Tensor Product over a ring

Question

Given Two Fields $F,K$, and two vector spaces $V,W$ over $F$, what does tensor product $$V\otimes_{K} W$$ mean? I am not certain whether this is defined in general. I came across it in cases wheh $F=\mathbb{R},K=\mathbb{C}$.

I found some material in Wikipedia. However, I am approaching tensor product not with "free vector space" approach but with "universal property" approach. So, I could not follow the material.

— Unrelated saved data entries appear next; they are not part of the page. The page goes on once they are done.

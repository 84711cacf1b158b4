/**
 * Text widths for laying out a picture without a browser. ECharts measures text on a canvas; without
 * one it falls back to a table of Helvetica's widths, narrower than the font the picture is drawn with,
 * so legend entries would overlap. This estimate follows DejaVu Sans instead: advance widths by class of
 * character, in em (digits 0.636 em and the space 0.318 em are the font's own advances; the classes
 * were fitted to resvg's rendering of the chart's strings, within 7 %: test/cli/plot.test.ts checks it).
 */

/** The fonts pictures are drawn with: DejaVu Sans (Debian installs it with most desktop packages) or a font of its widths. */
export const PICTURE_FONTS = 'DejaVu Sans, Verdana, sans-serif';

/** The font family the rasteriser falls back to. */
export const PICTURE_FONT = 'DejaVu Sans';

const CLASSES: [RegExp, number][] = [
  [/ /, 0.318],
  [/[0-9]/, 0.636],
  [/[iljI.,:;'|!]/, 0.3],
  [/[ft()[\]{}r]/, 0.4],
  [/[mwMW]/, 0.95],
  [/[A-Z]/, 0.72],
  [/[a-z_=+<>~^-]/, 0.6],
];
/** Other characters (Greek letters, brackets, superscripts): wide enough for any of the chart's. */
const OTHER = 0.85;
/** Room on top of the estimate, for the classes' spread. */
const ALLOWANCE = 1.05;

/** Width in em of one character. */
function em(c: string): number {
  for (const [re, w] of CLASSES) if (re.test(c)) return w;
  return OTHER;
}

/** The width in pixels of `text` in the CSS font `font` (its `NNpx` size; 12 px when it names none). */
export function textWidth(text: string, font?: string): number {
  const size = Number(/(\d+(?:\.\d+)?)px/.exec(font ?? '')?.[1] ?? 12);
  let w = 0;
  for (const c of text) w += em(c);
  return w * size * ALLOWANCE;
}
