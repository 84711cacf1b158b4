/**
 * Every front end with a mixed state, whose levels have null re and im: the command line's JSON, CSV,
 * table and summary, and the editor's hover. Nothing may print NaN, "null" in a CSV cell, or crash.
 */
import { describe, it, expect } from 'vitest';
import { readFileSync } from 'node:fs';
import { spawnSync } from 'node:child_process';
import { analyse } from '../../server/src/analysis/index';
import { renderCsv, renderTable, toJson } from '../../server/src/cli/render';
import { renderSummary } from '../../server/src/cli/summary';
import { hoverAt } from '../../server/src/lsp/hover';
import { lineTable } from '../../server/src/language/positions';
import type { DocView } from '../../server/src/lsp/view';

const PATH = 'examples/thermal-ion-shift.qstate';
const text = readFileSync(PATH, 'utf8');
const result = analyse(text);

describe('a mixed state in the command line', () => {
  it('JSON: levels with re and im null, the purity and the thermal weights', () => {
    const j = JSON.parse(JSON.stringify(toJson(result, text))) as { levels: { n: number; re: unknown; im: unknown; weight: number }[]; purity: number; mixture: { kind: string; weights: number[]; omitted: number } };
    expect(j.levels.length).toBeGreaterThan(20);
    for (const l of j.levels) {
      expect(l.re).toBeNull();
      expect(l.im).toBeNull();
      expect(Number.isFinite(l.weight)).toBe(true);
    }
    // 1 / (2 nbar + 1) with nbar = 1 / (exp(hbar omega / k_B T) - 1) = 0.171853975937 (the example's comment).
    expect(Math.abs(j.purity - 1 / (2 * 0.17185397593695434 + 1))).toBeLessThan(1e-9);
    expect(j.mixture.kind).toBe('thermal');
    expect(j.mixture.omitted).toBeLessThan(1e-12);
    // A pure state says purity 1 and has no mixture field.
    const pure = toJson(analyse('system box(0, 1)\nstate eigen(2) of box(0, 1)\n'), '');
    expect(pure.purity).toBe(1);
    expect('mixture' in pure).toBe(false);
  });

  it('CSV leaves the re and im cells empty; the table and summary show P_n and the purity, never NaN', () => {
    const csv = renderCsv(result).split('\n');
    expect(csv[1]).toBe('n,energy,re,im,weight');
    expect(csv[2]).toMatch(/^0,[\d.e-]+,,,0\.430264833/);
    const table = renderTable(result, text, PATH);
    const summary = renderSummary(result);
    for (const out of [csv.join('\n'), table, summary]) {
      expect(out).not.toMatch(/NaN|null|undefined/);
    }
    expect(table).toContain('P_n');
    expect(table).toMatch(/purity Tr rho\^2 = 0\.744209334/);
    expect(summary).toContain('purity: 0.7442');
    expect(summary).toContain('level 0: energy 0.00413567 ueV, weight 0.4303');
  });

  it('the built command line prints the same JSON and exits 0 on the example (its expects hold)', () => {
    const r = spawnSync(process.execPath, ['dist/cli.js', 'expand', PATH, '--json'], { encoding: 'utf8' });
    expect(r.status).toBe(0);
    const j = JSON.parse(r.stdout) as { levels: { re: unknown }[]; purity: number; diagnostics: unknown[] };
    expect(j.levels[0]!.re).toBeNull();
    expect(j.diagnostics).toEqual([]);
    const c = spawnSync(process.execPath, ['dist/cli.js', 'check', PATH], { encoding: 'utf8' });
    expect(c.status).toBe(0);
  });
});

describe('a mixed state in the editor', () => {
  it('the hover on the state line gives the purity and the populations, without phases or NaN', () => {
    const view: DocView = { uri: 'file:///x.qstate', version: 1, text, lines: lineTable(text), file: result.file!, diagnostics: result.diagnostics, result, evaluate: true };
    const at = text.indexOf('state thermal') + 2;
    const h = hoverAt(view, at)!;
    const md = typeof h.contents === 'string' ? h.contents : 'value' in h.contents ? h.contents.value : JSON.stringify(h.contents);
    expect(md).toContain('purity Tr ρ² = 0.744209');
    expect(md).toContain('P_n');
    expect(md).not.toMatch(/NaN|null|norm ∫/);
  });
});
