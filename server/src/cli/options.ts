/**
 * What every command of the command line shares: the output channels, the usage error, and the
 * readers of the options `--time-limit` and `--limit`.
 */
import { readLimits, type AnalyseOptions, type Limits } from '../analysis/index';
import type { AnalysisResult } from '../analysis/types';
import { withQuickStage } from '../language/meter';
import { analyseWithSweep, SWEEP_MILLIS_RANGE, type SweepOptions } from '../analysis/sweep/index';

/** Where a command prints: standard output, standard error, and whether standard error is a terminal. */
export interface Io {
  out: (s: string) => void;
  err: (s: string) => void;
  isTTY: boolean;
}

/** A mistake in the command line itself (exit code 2). */
export class UsageError extends Error {}

/** Reads the value of `--time-limit MS` (a whole number of milliseconds per file). */
export function timeLimit(value: string | undefined): number {
  const v = Number(value);
  if (value === undefined || !Number.isInteger(v) || v < 1) throw new UsageError('--time-limit needs a whole number of milliseconds');
  return v;
}

/** Reads the value of `--limit NAME=N` into `into`. */
export function limitOption(value: string | undefined, into: Partial<Limits>): void {
  const m = value === undefined ? null : /^([A-Za-z]+)=(.*)$/.exec(value);
  if (!m) throw new UsageError('--limit needs NAME=N, for example --limit maxBasis=8000');
  const { limits, problems } = readLimits({ [m[1]!]: m[2]! });
  if (problems.length > 0) throw new UsageError(`--limit: ${problems[0]}`);
  Object.assign(into, limits);
}

/**
 * `analyse` with the quick stage's suggestion allowance sized by the text (see language/meter.ts), and
 * the file's sweep, if it has one, under the sweep's own budget (`sweep.maxMillis`).
 */
export function analyseBounded(text: string, options: AnalyseOptions = {}, sweep: SweepOptions = {}): AnalysisResult {
  return withQuickStage({ textLength: text.length }, () => analyseWithSweep(text, options, sweep));
}

/** Reads the value of `--sweep-time-limit MS` (a whole number of milliseconds for a whole sweep). */
export function sweepTimeLimit(value: string | undefined): number {
  const v = Number(value);
  const [lo, hi] = SWEEP_MILLIS_RANGE;
  if (value === undefined || !Number.isInteger(v) || v < lo || v > hi) throw new UsageError(`--sweep-time-limit needs a whole number of milliseconds from ${lo} to ${hi}`);
  return v;
}
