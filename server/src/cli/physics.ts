/**
 * The physics of one analysis as plain data, for `summary` and `diff`: the levels that hold weight, the
 * captured weight, the energy mean and spread, the parity and the findings. Numbers are rounded once,
 * here, so that noise of the numerics (last digits of a quadrature) never shows as a change.
 */
import type { AnalysisResult } from '../analysis/types';
import type { LocatedDiagnostic } from './render';

/** Significant digits kept for energies, means and spreads. */
export const ENERGY_DIGITS = 6;
/** Decimal places kept for weights (populations and the captured weight). */
export const WEIGHT_DECIMALS = 4;
/** Significant digits kept for numbers inside finding messages. */
const MESSAGE_DIGITS = 4;

/** One level that holds weight. */
export interface LevelFact {
  n: number;
  energy: number;
  weight: number;
}

/** The rounded physics of one setup. */
export interface PhysicsFacts {
  system: string | null;
  energyUnit: string | null;
  levelCount: number;
  /** Levels whose weight rounds to more than zero, in order of n. */
  levels: LevelFact[];
  captured: number | null;
  /** null: no state; 'diverges': the series does not converge. */
  mean: number | 'diverges' | null;
  spread: number | 'diverges' | null;
  parity: string | null;
  /** `SEVERITY[CODE]: MESSAGE` with the message's numbers rounded; without positions, which move with any edit. */
  findings: string[];
}

/** `v` rounded to `digits` significant digits (0 stays 0; -0 becomes 0). */
export function roundSig(v: number, digits = ENERGY_DIGITS): number {
  if (!Number.isFinite(v) || v === 0) return v === 0 ? 0 : v;
  return Number(v.toPrecision(digits)) + 0;
}

/** `w` rounded to WEIGHT_DECIMALS places. */
export function roundWeight(w: number): number {
  const f = 10 ** WEIGHT_DECIMALS;
  return Math.round(w * f) / f + 0;
}

/** A finding with the numbers of its message rounded to MESSAGE_DIGITS significant digits. */
export function findingKey(d: Pick<LocatedDiagnostic, 'severity' | 'code' | 'message'>): string {
  const message = d.message.replace(/\s*[\r\n\u2028\u2029]\s*/g, ' ').replace(/-?\d+\.\d+(?:e[+-]?\d+)?|-?\d+e[+-]?\d+/gi, (m) => String(roundSig(Number(m), MESSAGE_DIGITS)));
  return `${d.severity}[${d.code}]: ${message}`;
}

function energyOf(result: AnalysisResult, which: 'mean' | 'spread'): number | 'diverges' | null {
  if (!result.energy) return null;
  const v = result.energy[which];
  return v === null || !Number.isFinite(v) ? 'diverges' : roundSig(v);
}

/** The rounded physics of `result`. */
export function physicsFacts(result: AnalysisResult): PhysicsFacts {
  return {
    system: result.system?.kind ?? null,
    energyUnit: result.units.energy,
    levelCount: result.levels.length,
    levels: result.levels.map((l) => ({ n: l.n, energy: roundSig(l.energy), weight: roundWeight(l.weight) })).filter((l) => l.weight > 0),
    captured: result.captured === null ? null : roundWeight(result.captured),
    mean: energyOf(result, 'mean'),
    spread: energyOf(result, 'spread'),
    parity: result.parity,
    findings: result.diagnostics.map(findingKey).sort(),
  };
}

I would appreciate the meaning of $$V\otimes_{K} W$$ and difference with $$V\otimes W$$

Answer 1

What you describe: $V \otimes_\mathbb{C} W$ when $V, W$ are merely real vector spaces is not generally possible. It's only possible if the vector spaces you consider are already complex vector spaces.

What is possible though is the reverse: $V \otimes_\mathbb{R} W$ when $V,W$ are complex vector spaces. Indeed, a complex vector space is canonically a real vector space; this is because there is a canonical embedding of fields $\mathbb{R} \subset \mathbb{C}$. More generally given a field extension $F \subset K$, a $K$-vs is always an $F$-vs, and then you can do $V \otimes_F W$ when $V, W$ are $K$-vs.

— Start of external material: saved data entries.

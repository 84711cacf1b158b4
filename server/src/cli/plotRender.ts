/**
 * The entry of dist/plot.js: draws one of the panel's views without a browser. The chart option comes
 * from the panel's own builder (`describeView` in client/webview/charts), so a picture made here and the
 * panel cannot drift apart; ECharts' server-side SVG renderer draws it, and resvg (a rasteriser without
 * a browser) turns the SVG into a PNG on request.
 *
 * This module carries the chart library, so the command line loads it only for `plot` (plotLoad.ts):
 * `expand` and `check` never parse it.
 */
import * as echarts from 'echarts/core';
import { BarChart, CustomChart, LineChart, ScatterChart } from 'echarts/charts';
import { GridComponent, LegendComponent, MarkAreaComponent, MarkLineComponent, TooltipComponent, VisualMapContinuousComponent } from 'echarts/components';
import { SVGRenderer } from 'echarts/renderers';
import type { PanelResult } from '../../../client/src/messages';
import { DEFAULT_SETTINGS, describeView, plainRows, sweepView, type Option, type SweepQuantity, type ViewSettings } from '../../../client/webview/charts';
import type { SweepResult } from '../analysis/sweep/types';
import { readPalette, type ThemeKind } from '../../../client/webview/theme';
import { PICTURE_FONT, PICTURE_FONTS, textWidth } from './plotFont';

// The chart and component types the panel registers (client/webview/main.ts), with the SVG renderer only.
echarts.use([BarChart, LineChart, ScatterChart, CustomChart, GridComponent, TooltipComponent, LegendComponent, MarkLineComponent, MarkAreaComponent, VisualMapContinuousComponent, SVGRenderer]);

/** What to draw: the view, its settings beyond the panel's defaults, the picture's size and theme. */
export interface PictureRequest {
  view: ViewSettings['tab'];
  width: number;
  height: number;
  theme: Extract<ThemeKind, 'light' | 'dark'>;
  scale?: ViewSettings['scale'];
  axis?: ViewSettings['axis'];
  terms?: number;
  /** Index into the evolution's times for the time view (default 0). */
  step?: number;
  /** What the sweep view draws (default the overview). */
  quantity?: SweepQuantity;
}

/** One view drawn: the SVG text (null when the view has nothing to plot), the panel's notes, or why it is empty. */
export interface Picture {
  svg: string | null;
  notes: string[];
  empty: string | null;
}

// Text is laid out with the widths of the font it is drawn in (plotFont.ts), as a browser would.
echarts.setPlatformAPI({ measureText: (text: string, font?: string) => ({ width: textWidth(text, font) }) });

/** Tooltips are not drawn in a picture; the rows become plain text like the tests' builder. */
const plainTooltip = plainRows;

/** Draws `request.view` of `result` as SVG with the panel's chart option. */
export function drawView(result: PanelResult, request: PictureRequest): Picture {
  // No editor theme here: the palette's neutral fallbacks of the light or dark kind, at a fixed font.
  const palette = { ...readPalette(() => '', request.theme), fontFamily: PICTURE_FONTS };
  const settings: ViewSettings = {
    ...DEFAULT_SETTINGS,
    tab: request.view,
    scale: request.scale ?? DEFAULT_SETTINGS.scale,
    axis: request.axis ?? DEFAULT_SETTINGS.axis,
    terms: request.terms ?? DEFAULT_SETTINGS.terms,
    timeIndex: request.step ?? DEFAULT_SETTINGS.timeIndex,
  };
  const size = { width: request.width, height: request.height };
  const view = describeView({ result, settings, palette, tooltip: plainTooltip, size });
  return render(view, size);
}

/** Draws the sweep view of a sweep result (the panel's builder, client/webview/charts/sweep.ts; a map for two parameters). */
export function drawSweep(sweep: SweepResult, energyUnit: string | null, request: Omit<PictureRequest, 'view'>): Picture {
  const palette = { ...readPalette(() => '', request.theme), fontFamily: PICTURE_FONTS };
  const size = { width: request.width, height: request.height };
  return render(sweepView(sweep, palette, size, energyUnit, { quantity: request.quantity, tooltip: plainTooltip }), size);
}

/** One chart option as SVG with ECharts' server-side renderer. */
function render(view: { option: Option | null; notes: string[]; empty: string | null }, size: { width: number; height: number }): Picture {
  if (!view.option) return { svg: null, notes: view.notes, empty: view.empty };
  const chart = echarts.init(null, null, { renderer: 'svg', ssr: true, width: size.width, height: size.height });
  try {
    chart.setOption(view.option);
    return { svg: chart.renderToSVGString(), notes: view.notes, empty: null };
  } finally {
    // Disposing stops the chart's animation loop, which would otherwise keep the process alive.
    chart.dispose();
  }
}

/** The rasteriser's interface as used here (the package's own types are not needed for this much). */
interface Rasteriser {
  Resvg: new (svg: string, options: object) => { render(): { asPng(): Buffer } };
}

/** The package that rasterises SVG; loaded on the first PNG only. */
export const RASTERISER = '@resvg/resvg-js';

/** The rasteriser, or null when it is not installed (a development dependency; users of the package install it for PNG). */
function rasteriser(): Rasteriser | null {
  try {
    return require(RASTERISER) as Rasteriser;
  } catch {
    return null;
  }
}

/** Whether PNG output is possible here. */
export const canRasterise = (): boolean => rasteriser() !== null;

/**
 * The SVG as a PNG of the SVG's own size in pixels, or null when the rasteriser is not installed.
 * Text is drawn with the machine's fonts (resvg loads the system fonts), so a machine without any of
 * `PICTURE_FONTS` draws the plot without its labels.
 */
export function svgToPng(svg: string): Buffer | null {
  const lib = rasteriser();
  if (!lib) return null;
  const resvg = new lib.Resvg(svg, { font: { loadSystemFonts: true, defaultFontFamily: PICTURE_FONT, sansSerifFamily: PICTURE_FONT }, background: undefined });
  return resvg.render().asPng();
}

You should note that $V \otimes_\mathbb{R} W$ is different from $V \otimes_\mathbb{C} W$ when both are defined. In other words the base field is important. See this for example.

The difference between $\otimes$ and $\otimes_F$ is that in $\otimes$, the base field (or ring) isn't specified. So it implies that at the beginning, you fixed some field $F$ and implicitly when you write $V \otimes W$ the tensor product is actually over $F$. But this depends on context. Sometimes the tensor product is taken by default over $\mathbb{Z}$, because every module over anything is always a $\mathbb{Z}$-module (aka an abelian group).

Answer 2

Regardless of your definition of a tensor product what you have written is true only if you have a ring homomorphism $~f:K\rightarrow F$. Then you can turn $V$ and $W$ into $K$-vector spaces by the rule $kv=f(k)v$, $k\in K$, $v\in V$ and $kw=f(k)w$, $k\in K$, $w\in W$. Then the tensor product of $V$ and $W$ over $K$ is well-defined. This in fact is true for general modules over rings, of which vector spaces are merely a special case.

For instance, as the above user has explained, every complex vector space is a real vector space (by the natural inclusion $\mathbb{R}\rightarrow\mathbb{C}$) and thus one can define real tensor products between complex linear spaces. The other way around however, as Najib Idrissi explains, does not work.